By your logic, I can make a nuke and threaten you with it.

Also.
Burners

Also, planted human bugs are incredibly hard to train and incredibly easy to be both lost and taken hostage - hence their rarity.


----------



## Epherion (Aug 23, 2011)

aef8234 said:


> Or you can just make/get a secure IRC server.
> I mean seriously, this is the same affiliation that thought gathering metadata would help fight terrorism, and that buying backdoors makes them hackers.
> 
> By your logic, I can make a nuke and threaten you with it.
> ...


bugging phone, vs building an atomic weapon. Which one is harder and more likely that a singular human can do? The NSA has more than that up its sleeve, aside having all IT companies under its umbrella its R&D division will undoubtedly make better versions of badBIOS, collaborations with bright minds, professors of advanced research and former computer criminals, cybernetics is easily used to track you based on past behaviors. Human informants just need to see certain things, look up conspiracy charges. Burners dont really help, if and when the LEO want you, they will get you, they have the men, the money, the logistics, the power, the eyes and so on. As someone who has worked with drug dealers, users and distributors(many whom were very good at their craft) you cant hide from the law. How secure, 256bit AES?


----------



## aef8234 (Feb 18, 2012)

Epherion said:


> bugging phone, vs building an atomic weapon. Which one is harder and more likely that a singular human can do? The NSA has more than that up its sleeve, aside having all IT companies under its umbrella its R&D division will undoubtedly make better versions of badBIOS, collaborations with bright minds, professors of advanced research and former computer criminals, cybernetics is easily used to track you based on past behaviors. Human informants just need to see certain things, look up conspiracy charges. Burners dont really help, if and when the LEO want you, they will get you, they have the men, the money, the logistics, the power, the eyes and so on. As someone who has worked with drug dealers, users and distributors(many whom were very good at their craft) you cant hide from the law. How secure, 256bit AES?

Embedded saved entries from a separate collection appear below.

/*
 * noise_via_file: the deck's own .noise card, its data written to a file and read back. Every
 * vector must equal the SendData path's bit for bit, and the density still be 4kTR (Johnson 1928,
 * Nyquist 1928, as above).
 */
static const char *const johnson_card_deck[] = {
	"resistor across a current source", "i1 0 out dc 0 ac 1", "r1 out 0 1k", "r2 out 0 3k",
	".noise v(out) i1 dec 5 10 100k 1", ".end",
};

/* How many entries dir holds besides "." and "..". */
static size_t entries_in(const char *dir)
{
	size_t n = 0;
	char cmd[128];
	FILE *p;

	snprintf(cmd, sizeof(cmd), "ls -A '%s' | wc -l", dir);
	p = popen(cmd, "r");
	if (p) {
		if (fscanf(p, "%zu", &n) != 1)
			n = 0;
		pclose(p);
	}
	return n;
}

static void test_sim__data_file_path_equals_senddata_path(void)
{
	static const char *const cmd[] = { "noise v(out) i1 dec 5 10 100k 1" };
	static const char *const run[] = { "run" };
	static const struct sch_sim_step mem_step[] = { { cmd, 1, NULL, 0 } };
	static const struct sch_sim_step file_step[] = { { run, 1, NULL, 0 } };
	struct sch_sim_request req = {
		.lines = johnson_card_deck, .n_lines = N_OF(johnson_card_deck), .steps = file_step, .n_steps = 1,
		.collect_noise = true, .squared_noise = true, .n_workers = 1, .noise_via_file = true,
	};
	struct sch_sim_result mem, file;
	struct sch_diag d;
	struct scratch tmp;
	const char *old_tmpdir = getenv("TMPDIR");
	char *saved_tmpdir = old_tmpdir ? strdup(old_tmpdir) : NULL;
	/* R = 1k || 3k = 750 ohm: S_V = 4kTR */
	double expected = 4.0 * SI_K * T_DEFAULT_K * 750.0;

	CHECK(run_deck(johnson_card_deck, N_OF(johnson_card_deck), mem_step, 1, NULL, 0, true, &mem, &d) == SCH_OK);
	/* a private TMPDIR: the run's data-file directory must be gone afterwards, whatever else runs */
	scratch_init(&tmp);
	setenv("TMPDIR", tmp.dir, 1);
	sch_diag_init(&d, NULL, 0);
	CHECK(sch_sim_run(&req, &file, &d) == SCH_OK);
	assert_sane_result(&file, 1);
	CHECK(entries_in(tmp.dir) == 0);
	if (saved_tmpdir)
		setenv("TMPDIR", saved_tmpdir, 1);
	else
		unsetenv("TMPDIR");
	free(saved_tmpdir);
	scratch_release(&tmp);
	if (mem.n_steps == 1 && file.n_steps == 1) {
		const struct sch_sim_vector *total = sch_sim_find_vector(&file.steps[0], "onoise_spectrum");
		size_t compared = 0;

		CHECK(file.steps[0].n_vectors == mem.steps[0].n_vectors);
		for (size_t v = 0; v < mem.steps[0].n_vectors; v++) {
			const struct sch_sim_vector *a = &mem.steps[0].vectors[v];
			const struct sch_sim_vector *b = sch_sim_find_vector(&file.steps[0], a->name);

			CHECK(b != NULL);
			if (!b || b->n != a->n)
				continue;
			CHECK(memcmp(a->values, b->values, a->n * sizeof(double)) == 0);
			compared++;
		}
		CHECK(compared >= 8); /* frequency, two spectra, r1 and r2 with three each */
		CHECK(total && total->n == 21);
		for (size_t i = 0; total && i < total->n; i++)
			CHECK_REL(total->values[i], expected, 2e-6);
	}
	sch_sim_result_release(&mem);
	sch_sim_result_release(&file);
}

/* A resistor without a flicker coefficient: its flicker vector is zero at every point, yet it is there. */
static void test_sim__all_zero_vector_keeps_its_length(void)
{
	static const char *const cmd[] = { "noise v(out) i1 dec 5 10 100k 1" };
	static const struct sch_sim_step steps[] = { { cmd, 1, NULL, 0 }, { cmd, 1, NULL, 0 } };
	struct sch_sim_request req = {
		.lines = johnson_deck, .n_lines = N_OF(johnson_deck), .steps = steps, .n_steps = 2,
		.collect_noise = true, .squared_noise = true, .n_workers = 2,
	};
	struct sch_sim_result res;
	struct sch_diag d;

	sch_diag_init(&d, NULL, 0);
	CHECK(sch_sim_run(&req, &res, &d) == SCH_OK);
	assert_sane_result(&res, 2);
	for (size_t s = 0; s < res.n_steps; s++) {
		const struct sch_sim_vector *flicker = sch_sim_find_vector(&res.steps[s], "onoise_r1_1overf");
		const struct sch_sim_vector *thermal = sch_sim_find_vector(&res.steps[s], "onoise_r1_thermal");

		CHECK(flicker && thermal);
		if (!flicker || !thermal)
			continue;
		CHECK(flicker->n == 21 && thermal->n == 21);
		for (size_t i = 0; i < flicker->n; i++)
			CHECK(flicker->values[i] == 0.0);
		CHECK_REL(thermal->values[20], 4.0 * SI_K * T_DEFAULT_K * 1000.0, 2e-6);
	}
	sch_sim_result_release(&res);
}

/* Refuses two names given by the test; counts the calls. */
struct refusal {
	const char *names[2];
	size_t calls;
};

static bool keep_unless_refused(void *ctx, const char *name)
{
	struct refusal *r = ctx;

	r->calls++;
	return strcmp(name, r->names[0]) != 0 && strcmp(name, r->names[1]) != 0;
}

All these claims and yet I hear no evidence.
Not to mention it's one group fighting against info dumps, not really hard to hide behind static and litigations. Also, all those strategies really didn't disclaim burners at all.
Also missed the point.
By a mile.
Or fifteen.

The NSA aren't bogeymen, but I guess you think the FBI mostly do anything other than book work.


----------



## Euclid (Mar 20, 2014)

RobynC said:


> 2. I doubt there's anything we can do


That's what they want you to think.

Appear strong when weak, and weak when strong - Sun Tzu


----------